For the most part, small businesses and major corporations have to follow the same rules and meet the same requirements to reorganize under Chapter 11. There are, however, some special provisions for small business debtors that can help them fast track through the Chapter 11 process and reduce legal and other restructuring expenses.
Under the Bankruptcy Code, a Chapter 11, Subdivision V proceeding filed by a “small business debtor” is considered to be a “small business case.” A “small business debtor” is a person or entity who: (1) is engaged in business or other commercial activities; and (2) owes no more than $2,725,625 as of April 1, 2019, in total claims, excluding obligations owed to insiders such as family members of the business owners. (In response to the coronavirus pandemic, the debt limit has been increased to $7,500,000 until March 26, 2021.)
Here are some other special procedures for small business Chapter 11 cases:
No Creditors’ Committee. Ordinarily, in Chapter 11 cases, a committee is appointed to represent the interests of unsecured creditors. A creditors’ committee can retain attorneys and other professionals at the debtor’s expense, which can significantly increase the cost of Chapter 11 reorganization. In a small business case, the bankruptcy court can order that prevents a creditors’ committee from being appointed.

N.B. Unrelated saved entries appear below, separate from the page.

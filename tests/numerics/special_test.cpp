#include <gtest/gtest.h>
#include <annulet/core/constants.hpp>
#include <annulet/numerics/quadrature.hpp>
#include <annulet/numerics/special.hpp>

#include <boost/math/special_functions/ellint_1.hpp>
#include <cmath>

#include "support/reference_values.hpp"

namespace annulet {
namespace {

using Complex = std::complex<double>;
using constants::pi;

template <typename F>
auto integral(F f, double a, double b, int n = 60) {
    const LineRule rule = gauss_legendre(n, a, b);
    decltype(f(a)) sum{};
    for (Eigen::Index i = 0; i < rule.nodes.size(); ++i) sum += rule.weights(i) * f(rule.nodes(i));
    return sum;
}

// Abramowitz & Stegun, Handbook of Mathematical Functions, 1964, table 17.1: K(m) and E(m) at m = 0, 0.5, 0.9.
TEST(EllipticIntegrals, PrintedValues) {
    EXPECT_NEAR(elliptic_k_of_complement(1), 1.570796326794897, 1e-15);
    EXPECT_NEAR(elliptic_k_of_complement(0.5), 1.854074677301372, 1e-15);
    EXPECT_NEAR(elliptic_k_of_complement(0.1), 2.578092113348173, 1e-15);
    EXPECT_NEAR(elliptic_e_of_complement(0.5), 1.350643881047675, 1e-15);
    EXPECT_EQ(elliptic_e_of_complement(0), 1);
}

TEST(EllipticIntegrals, LegendreRelation) {  // [Abramowitz1964, 17.3.13]
    for (const double m : {0.01, 0.2, 0.5, 0.77}) {
        const double k = elliptic_k_of_complement(1 - m), k1 = elliptic_k_of_complement(m);
        const double e = elliptic_e_of_complement(1 - m), e1 = elliptic_e_of_complement(m);
        EXPECT_NEAR(e * k1 + e1 * k - k * k1, pi / 2, 1e-14);
    }
}

TEST(EllipticIntegrals, LogarithmIsSplitOff) {
    EXPECT_NEAR(elliptic_k_split(0).regular, std::log(4), 1e-15);
    EXPECT_NEAR(elliptic_k_split(0).slope, 0.5, 1e-15);
    for (const double m1 : {1e-200, 1e-12, 1e-3, 0.1, 0.4999, 0.5001, 0.9, 0.999}) {
        const LogSplit split = elliptic_k_split(m1);
        const double k = elliptic_k_of_complement(m1);
        EXPECT_NEAR(split.regular - split.slope * std::log(m1), k, 4e-15 * k) << m1;
        if (m1 > 1e-3) {
            EXPECT_NEAR(k, boost::math::ellint_1(std::sqrt(1 - m1)), 1e-14 * k);
        }
    }
    EXPECT_NEAR(elliptic_k_split(0.5 - 1e-13).regular, elliptic_k_split(0.5 + 1e-13).regular, 1e-12);
}

// Abramowitz & Stegun 1964, table 5.1 (the values at 1, 2, 5 and 10).
TEST(SineCosineIntegrals, PrintedValues) {
    EXPECT_NEAR(sine_integral(1), 0.9460830704, 5e-11);
    EXPECT_NEAR(cosine_integral(1), 0.3374039229, 5e-11);
    EXPECT_NEAR(sine_integral(2), 1.6054129768, 5e-11);
    EXPECT_NEAR(cosine_integral(2), 0.4229808288, 5e-11);
    EXPECT_NEAR(sine_integral(5), 1.5499312449, 5e-11);
    EXPECT_NEAR(cosine_integral(5), -0.1900297497, 5e-11);
    EXPECT_NEAR(sine_integral(10), 1.6583475942, 5e-11);
    EXPECT_NEAR(cosine_integral(10), -0.0454564330, 5e-11);
}

TEST(SineCosineIntegrals, AgreeWithQuadratureOnBothSidesOfTheSwitch) {
    EXPECT_EQ(sine_integral(0), 0);
    EXPECT_EQ(entire_cosine_integral(0), 0);
    for (const double x : {1e-8, 0.5, 2.999, 3.001, 4.0, 12.0, 30.0}) {
        const auto sine = [](double t) { return std::sin(t) / t; };
        const auto cosine = [](double t) { return 2 * std::pow(std::sin(t / 2), 2) / t; };
        const double rounding = 2e-15 + 2.2e-16 * x;  // the nodes are rounded to x epsilon, int |f'| is about one
        EXPECT_NEAR(sine_integral(x), integral(sine, 0, x), rounding) << x;
        EXPECT_NEAR(entire_cosine_integral(x), integral(cosine, 0, x), 2 * rounding) << x;
        EXPECT_NEAR(entire_cosine_integral(x), 0.57721566490153286 + std::log(x) - cosine_integral(x), 1e-14) << x;
    }
}

TEST(SineCosineIntegrals, LargeArguments) {  // [Abramowitz1964, 5.2.34, 5.2.38, 5.2.39], leading terms
    EXPECT_NEAR(sine_integral(30), 1.566756540030351111, 5e-16);  // 25-digit arithmetic
    const double x = 1e6;
    EXPECT_NEAR(sine_integral(x), pi / 2 - std::cos(x) / x, 2e-12);
    EXPECT_NEAR(cosine_integral(x), std::sin(x) / x, 2e-12);
}

TEST(SphericalBessel, ClosedFormsAndWronskian) {  // [Abramowitz1964, 10.1.11, 10.1.12, 10.1.31]
    const double x = 2.3;
    EXPECT_NEAR(spherical_bessel_j(0, x), std::sin(x) / x, 1e-15);
    EXPECT_NEAR(spherical_bessel_y(1, x), -std::cos(x) / (x * x) - std::sin(x) / x, 1e-15);
    for (int n = 1; n < 12; ++n) {
        const double wronskian = spherical_bessel_j(n, x) * spherical_bessel_y(n - 1, x) -
                                 spherical_bessel_j(n - 1, x) * spherical_bessel_y(n, x);
        EXPECT_NEAR(wronskian * x * x, 1, 1e-13) << n;
    }
    const Complex outgoing = spherical_hankel_outgoing(0, x);  // j e^-jx / x
    EXPECT_LT(std::abs(outgoing - Complex(0, 1) * std::exp(Complex(0, -x)) / x), 1e-15);
}

// I_n(z) = (1/pi) int_0^pi e^{z cos t} cos(n t) dt [Abramowitz1964, 9.6.19], scaled by e^-z against overflow.
Complex ratio_by_quadrature(Complex z) {
    const auto f = [z](int n) {
        return integral([=](double t) { return std::exp(z * (std::cos(t) - 1)) * std::cos(n * t); }, 0, pi, 400);
    };
    return f(0) / f(1);
}

TEST(BesselRatio, AgreesWithTheIntegralRepresentation) {
    for (const double size : {0.01, 0.5, 3.0, 27.9, 28.1, 39.9, 40.1, 200.0})
        for (const double angle : {0.0, pi / 4, 1.2}) {
            const Complex z = std::polar(size, angle);
            const Complex exact = ratio_by_quadrature(z);
            EXPECT_LT(std::abs(bessel_i0_over_i1(z) - exact), 3e-14 * std::abs(exact)) << z;
        }
}

// Z = gamma / (2 pi a sigma) I_0(gamma a) / I_1(gamma a) (Ramo, Whinnery, Van Duzer, Fields and Waves, 1994).
TEST(BesselRatio, InternalImpedanceOfRoundWires) {
    for (const auto& entry : test::reference_values("zint_wire")) {
        const double sigma = entry.geometry("sigma");
        const double radius = entry.geometry("radius_m");
        const Complex gamma = std::sqrt(Complex(0, 2 * pi * entry.geometry("f_Hz") * constants::mu0_h_per_m * sigma));
        const Complex z = gamma / (2 * pi * radius * sigma) * bessel_i0_over_i1(gamma * radius);
        EXPECT_LT(std::abs(z - entry.complex()), 1e-7 * std::abs(z)) << entry.id();
    }
}

}  // namespace
}  // namespace annulet
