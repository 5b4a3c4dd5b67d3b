#include "support/convergence.hpp"

#include <gtest/gtest.h>
#include <annulet/core/diagnostics.hpp>

#include <cmath>

namespace annulet::test {
namespace {

TEST(Convergence, OrderAndLimitOfAPowerLaw) {
    for (const double order : {0.5, 1.0, 2.0, 3.7}) {
        const auto f = [order](double h) { return 5 - 0.3 * std::pow(h, order); };
        const auto [p, limit] = extrapolate({0.1, 0.17, 0.4}, {f(0.1), f(0.17), f(0.4)});
        EXPECT_NEAR(p, order, 1e-9);
        EXPECT_NEAR(limit, 5, 1e-10);
    }
}

// The trapezoidal rule on a smooth function has order 2 (Euler-Maclaurin).
TEST(Convergence, TrapezoidalRuleHasOrderTwo) {
    const auto trapezoid = [](int n) {
        double sum = (1 + std::exp(1.0)) / 2;
        for (int i = 1; i < n; ++i) sum += std::exp(double(i) / n);
        return sum / n;
    };
    const auto [p, limit] = extrapolate({1.0 / 64, 1.0 / 32, 1.0 / 16}, {trapezoid(64), trapezoid(32), trapezoid(16)});
    EXPECT_NEAR(p, 2, 1e-3);
    EXPECT_NEAR(limit, std::exp(1.0) - 1, 1e-8);
}

TEST(Convergence, DivergingValuesThrow) {
    EXPECT_THROW(extrapolate({1, 2, 4}, {1.0, 3.0, 2.0}), NumericalError);
}

}  // namespace
}  // namespace annulet::test
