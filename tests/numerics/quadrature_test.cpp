#include <gtest/gtest.h>
#include <annulet/core/constants.hpp>
#include <annulet/numerics/quadrature.hpp>

#include <cmath>
#include <stdexcept>

namespace annulet {
namespace {

using constants::pi;

double power_integral(int p, double a, double b) {
    return (std::pow(b, p + 1) - std::pow(a, p + 1)) / (p + 1);
}

// Abramowitz & Stegun, Handbook of Mathematical Functions, 1964, table 25.4: n = 2, 3, 5.
TEST(GaussLegendre, PrintedNodes) {
    EXPECT_NEAR(gauss_legendre(2).nodes(1), 0.577350269189626, 1e-15);
    EXPECT_NEAR(gauss_legendre(3).nodes(2), 0.774596669241483, 1e-15);
    EXPECT_NEAR(gauss_legendre(3).weights(1), 0.888888888888889, 1e-15);
    EXPECT_NEAR(gauss_legendre(5).nodes(4), 0.906179845938664, 1e-15);
    EXPECT_NEAR(gauss_legendre(5).weights(4), 0.236926885056189, 1e-15);
}

TEST(GaussLegendre, ExactToDegreeTwiceNLessOneAndNoFurther) {
    for (int n = 1; n <= 12; ++n) {
        const LineRule rule = gauss_legendre(n, -0.5, 1.5);
        for (int p = 0; p <= 2 * n; ++p) {
            const double error = rule.weights.dot(rule.nodes.array().pow(p).matrix()) - power_integral(p, -0.5, 1.5);
            if (p < 2 * n)
                EXPECT_NEAR(error, 0, 1e-14 * std::pow(1.5, p)) << "n = " << n << ", degree " << p;
            else
                EXPECT_GT(std::abs(error), 1e-10) << "n = " << n;
        }
    }
}

TEST(GaussLegendre, ManyPoints) {
    for (const int n : {64, 201, 1000}) {
        const LineRule rule = gauss_legendre(n, 0, 1);
        EXPECT_NEAR(rule.weights.sum(), 1, 1e-13);
        for (int i = 1; i < n; ++i) ASSERT_LT(rule.nodes(i - 1), rule.nodes(i));
        const double integral = rule.weights.dot((50 * rule.nodes).array().cos().matrix());
        EXPECT_NEAR(integral, std::sin(50.0) / 50, 1e-13);
    }
}

TEST(GaussSquare, ProductsOfPowers) {
    const SquareRule rule = gauss_square(3, 2);
    for (int p = 0; p <= 5; ++p)
        for (int q = 0; q <= 3; ++q) {
            const auto values = rule.points.col(0).array().pow(p) * rule.points.col(1).array().pow(q);
            EXPECT_NEAR(rule.weights.dot(values.matrix()), 1.0 / ((p + 1) * (q + 1)), 1e-15);
        }
}

double factorial(int n) {
    return std::tgamma(n + 1.0);
}

double triangle_error(const TriangleRule& rule, int p, int q) {
    const auto values = rule.points.col(0).array().pow(p) * rule.points.col(1).array().pow(q);
    return rule.weights.dot(values.matrix()) - 2 * factorial(p) * factorial(q) / factorial(p + q + 2);
}

// Mean of L1^p L2^q over a triangle: 2 p! q! / (p + q + 2)! (Strang & Fix 1973).
TEST(TriangleRule, ExactToTheDegreeAndNoFurther) {
    for (const auto& [degree, points] : {std::pair{1, 1}, {2, 3}, {4, 6}, {5, 7}, {8, 16}}) {
        const TriangleRule rule = triangle_rule(degree);
        EXPECT_EQ(rule.weights.size(), points);
        EXPECT_GT(rule.weights.minCoeff(), 0);
        double beyond = 0;
        for (int p = 0; p <= degree; ++p)
            for (int q = 0; p + q <= degree; ++q)
                EXPECT_NEAR(triangle_error(rule, p, q), 0, 2e-15) << degree << ": " << p << ", " << q;
        for (int p = 0; p <= degree + 1; ++p)
            beyond = std::max(beyond, std::abs(triangle_error(rule, p, degree + 1 - p)));
        EXPECT_GT(beyond, 1e-7) << degree;
    }
}

TEST(TriangleRule, OtherDegreesAreRefused) {
    EXPECT_THROW(triangle_rule(9), std::invalid_argument);
    EXPECT_THROW(triangle_rule(-1), std::invalid_argument);
    EXPECT_EQ(triangle_rule(3).weights.size(), 6);
}

// Mean of x^2i y^2j z^2k over the sphere: (2i-1)!! (2j-1)!! (2k-1)!! / (2(i+j+k)+1)!!.
TEST(SphereRule, EvenPowers) {
    const SphereRule rule = sphere_rule(6);
    const auto odd_product = [](int m) {
        double product = 1;
        for (int i = m; i > 1; i -= 2) product *= i;
        return product;
    };
    EXPECT_NEAR(rule.weights.sum(), 4 * pi, 1e-13);
    for (int i = 0; i <= 5; ++i)
        for (int j = 0; i + j <= 5; ++j) {
            const int k = 5 - i - j;
            const auto values = rule.directions.col(0).array().pow(2 * i) * rule.directions.col(1).array().pow(2 * j) *
                                rule.directions.col(2).array().pow(2 * k);
            const double exact =
                odd_product(2 * i - 1) * odd_product(2 * j - 1) * odd_product(2 * k - 1) / odd_product(11);
            EXPECT_NEAR(rule.weights.dot(values.matrix()) / (4 * pi), exact, 1e-15);
        }
}

TEST(Interpolation, ReproducesPolynomialsAndNodes) {
    const Interpolation interpolation(chebyshev_nodes(7, 2e9, 5e9));
    const auto f = [](double x) { return std::pow(x / 1e9 - 3, 6) - 2 * x / 1e9; };
    const Eigen::VectorXd values = interpolation.nodes().unaryExpr(f);
    for (const double x : {2e9, 2.345e9, 3.5e9, 4.999e9}) EXPECT_NEAR(interpolation.basis(x).dot(values), f(x), 1e-12);
    EXPECT_EQ(interpolation.basis(interpolation.nodes()(3)), Eigen::VectorXd::Unit(7, 3));
}

// The error of Chebyshev interpolation of 1/(1 + 25 x^2) falls as rho^-n, rho = (1 + sqrt 26)/5 (Trefethen,
// Approximation Theory and Approximation Practice, 2013, theorem 8.2).
TEST(Interpolation, ConvergesGeometricallyAsTheoryPredicts) {
    const auto f = [](double x) { return 1 / (1 + 25 * x * x); };
    const auto worst = [&](int n) {
        const Interpolation interpolation(chebyshev_nodes(n));
        const Eigen::VectorXd values = interpolation.nodes().unaryExpr(f);
        double largest = 0;
        for (int i = 0; i <= 2000; ++i)
            largest = std::max(largest, std::abs(interpolation.basis(-1 + i * 1e-3).dot(values) - f(-1 + i * 1e-3)));
        return largest;
    };
    const double rate = std::pow(worst(60) / worst(100), 1.0 / 40);
    EXPECT_NEAR(rate, (1 + std::sqrt(26.0)) / 5, 0.005);
}

TEST(Interpolation, ManyNodesNeitherOverflowNorCancel) {
    const Interpolation interpolation(chebyshev_nodes(400, 0, 1e10));
    EXPECT_NEAR(interpolation.basis(3.21e9).sum(), 1, 1e-13);
    EXPECT_LT(interpolation.basis(3.21e9).cwiseAbs().sum(), 6);
}

}  // namespace
}  // namespace annulet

Additional Filing and Reporting Duties. Small businesses are subject to some reporting and filing requirements that are not imposed on other Chapter 11 debtors. A small business debtor, for example, must attach its most recently prepared balance sheet, statement of operations, cash flow statement, and federal tax return to its bankruptcy petition when it files for Chapter 11 relief.
Additional U.S. Trustee Oversight. The United States Trustee’s office is the agency that oversees bankruptcy cases on behalf of the Department of Justice. Under the bankruptcy laws, small business cases are subject to more oversight by the U.S. Trustee’s office than other Chapter 11 proceedings.
Plan Deadline. Generally, there is no deadline for filing a Chapter 11 plan unless set by the bankruptcy court. In small business cases, however, the debtor has only 300 days to propose a Chapter 11 plan. The court can extend the 300-day deadline, but only if the debtor proves that it will be able to obtain approval of a plan within a reasonable period of time.
Longer Exclusive Period to Propose Plan. In some cases, creditors file competing Chapter 11 plans. Chapter 11 plans filed by creditors typically provide for the liquidation or takeover of the debtor’s assets and business. The debtor usually has the exclusive right for 120 days after it files bankruptcy to propose a Chapter 11 plan. In small business cases, the exclusivity period is extended to 180 days. The longer exclusivity period reduces the risk to the debtor of having to litigate competing plans and potentially losing its business.
No Disclosure Statement. Ordinarily, in Chapter 11, the debtor must prepare a disclosure statement, submit it to the bankruptcy court for its approval, and circulate copies to creditors and other parties in interest. Disclosure statements in Chapter 11 cases are similar in concept to prospectuses for stock offerings. They must provide extensive information about the debtor and proposed plan and are often expensive to prepare. In small business cases, the bankruptcy court can waive the disclosure statement requirement, which can significantly expedite the reorganization process and reduce legal and other costs.